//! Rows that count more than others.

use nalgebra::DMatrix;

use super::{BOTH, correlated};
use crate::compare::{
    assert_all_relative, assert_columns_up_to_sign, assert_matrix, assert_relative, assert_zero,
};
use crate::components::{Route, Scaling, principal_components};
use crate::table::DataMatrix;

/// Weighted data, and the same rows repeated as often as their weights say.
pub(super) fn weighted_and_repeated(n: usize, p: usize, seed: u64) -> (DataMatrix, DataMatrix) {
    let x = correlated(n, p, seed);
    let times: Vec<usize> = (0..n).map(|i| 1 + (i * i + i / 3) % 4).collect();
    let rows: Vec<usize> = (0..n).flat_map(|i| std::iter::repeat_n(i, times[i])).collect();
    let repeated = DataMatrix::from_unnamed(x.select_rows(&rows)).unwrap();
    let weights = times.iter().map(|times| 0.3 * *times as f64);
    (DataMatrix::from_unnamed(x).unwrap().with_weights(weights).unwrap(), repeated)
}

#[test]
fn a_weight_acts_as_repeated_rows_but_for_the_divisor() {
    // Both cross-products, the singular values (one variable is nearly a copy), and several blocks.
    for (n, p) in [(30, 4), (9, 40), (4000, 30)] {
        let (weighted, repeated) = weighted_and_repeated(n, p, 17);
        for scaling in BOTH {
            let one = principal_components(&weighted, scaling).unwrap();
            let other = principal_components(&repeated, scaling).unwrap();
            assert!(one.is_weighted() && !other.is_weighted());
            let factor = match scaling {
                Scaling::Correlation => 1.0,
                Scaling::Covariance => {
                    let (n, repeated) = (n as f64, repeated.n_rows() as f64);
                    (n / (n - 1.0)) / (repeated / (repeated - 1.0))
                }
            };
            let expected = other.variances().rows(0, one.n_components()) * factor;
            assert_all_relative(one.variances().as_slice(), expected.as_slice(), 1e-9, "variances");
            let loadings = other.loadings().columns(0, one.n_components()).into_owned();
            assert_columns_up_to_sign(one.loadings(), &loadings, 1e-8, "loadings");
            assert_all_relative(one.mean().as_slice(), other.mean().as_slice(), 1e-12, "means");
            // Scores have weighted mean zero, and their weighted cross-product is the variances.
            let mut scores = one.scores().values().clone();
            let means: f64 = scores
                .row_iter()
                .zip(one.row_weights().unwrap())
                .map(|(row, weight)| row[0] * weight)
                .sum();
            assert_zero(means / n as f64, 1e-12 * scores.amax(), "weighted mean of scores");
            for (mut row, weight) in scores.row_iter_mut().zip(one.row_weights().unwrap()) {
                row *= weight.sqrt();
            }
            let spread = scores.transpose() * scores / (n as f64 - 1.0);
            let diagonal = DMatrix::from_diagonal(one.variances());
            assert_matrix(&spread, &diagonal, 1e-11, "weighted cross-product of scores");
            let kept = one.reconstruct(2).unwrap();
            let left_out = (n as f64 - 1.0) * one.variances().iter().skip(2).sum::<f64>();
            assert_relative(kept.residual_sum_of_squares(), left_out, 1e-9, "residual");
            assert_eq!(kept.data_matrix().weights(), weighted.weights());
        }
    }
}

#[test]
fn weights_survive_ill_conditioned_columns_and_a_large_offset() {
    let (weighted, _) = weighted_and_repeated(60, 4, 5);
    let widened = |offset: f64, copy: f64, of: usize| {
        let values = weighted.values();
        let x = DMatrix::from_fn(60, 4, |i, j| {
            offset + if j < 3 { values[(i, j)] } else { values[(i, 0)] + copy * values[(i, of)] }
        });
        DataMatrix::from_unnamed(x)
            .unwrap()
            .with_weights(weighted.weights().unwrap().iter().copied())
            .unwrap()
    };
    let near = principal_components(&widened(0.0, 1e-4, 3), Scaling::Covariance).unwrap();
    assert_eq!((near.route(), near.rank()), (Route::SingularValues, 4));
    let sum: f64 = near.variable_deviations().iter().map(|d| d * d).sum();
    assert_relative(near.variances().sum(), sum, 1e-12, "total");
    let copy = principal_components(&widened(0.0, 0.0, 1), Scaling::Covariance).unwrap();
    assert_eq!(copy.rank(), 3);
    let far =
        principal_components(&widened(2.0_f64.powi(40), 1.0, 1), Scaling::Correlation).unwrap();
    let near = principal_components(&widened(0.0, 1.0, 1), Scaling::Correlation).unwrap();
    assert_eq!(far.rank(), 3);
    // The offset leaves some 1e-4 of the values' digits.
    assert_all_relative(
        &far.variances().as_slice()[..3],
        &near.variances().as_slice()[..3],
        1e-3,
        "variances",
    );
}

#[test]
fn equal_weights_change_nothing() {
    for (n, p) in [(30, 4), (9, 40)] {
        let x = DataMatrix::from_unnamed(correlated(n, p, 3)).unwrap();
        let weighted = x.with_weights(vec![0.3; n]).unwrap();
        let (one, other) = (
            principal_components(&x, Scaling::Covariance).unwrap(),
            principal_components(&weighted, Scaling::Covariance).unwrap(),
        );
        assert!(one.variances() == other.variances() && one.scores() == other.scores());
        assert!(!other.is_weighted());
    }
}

______

Problem to work on -
A verbatim transcription is required: the first line of the listing, the line containing "let rows: Vec<usize>", and every line between them.

Response to this task -
//! Rows that count more than others.

use nalgebra::DMatrix;

use super::{BOTH, correlated};
use crate::compare::{
    assert_all_relative, assert_columns_up_to_sign, assert_matrix, assert_relative, assert_zero,
};
use crate::components::{Route, Scaling, principal_components};
use crate::table::DataMatrix;

/// Weighted data, and the same rows repeated as often as their weights say.
pub(super) fn weighted_and_repeated(n: usize, p: usize, seed: u64) -> (DataMatrix, DataMatrix) {
    let x = correlated(n, p, seed);
    let times: Vec<usize> = (0..n).map(|i| 1 + (i * i + i / 3) % 4).collect();
    let rows: Vec<usize> = (0..n).flat_map(|i| std::iter::repeat_n(i, times[i])).collect();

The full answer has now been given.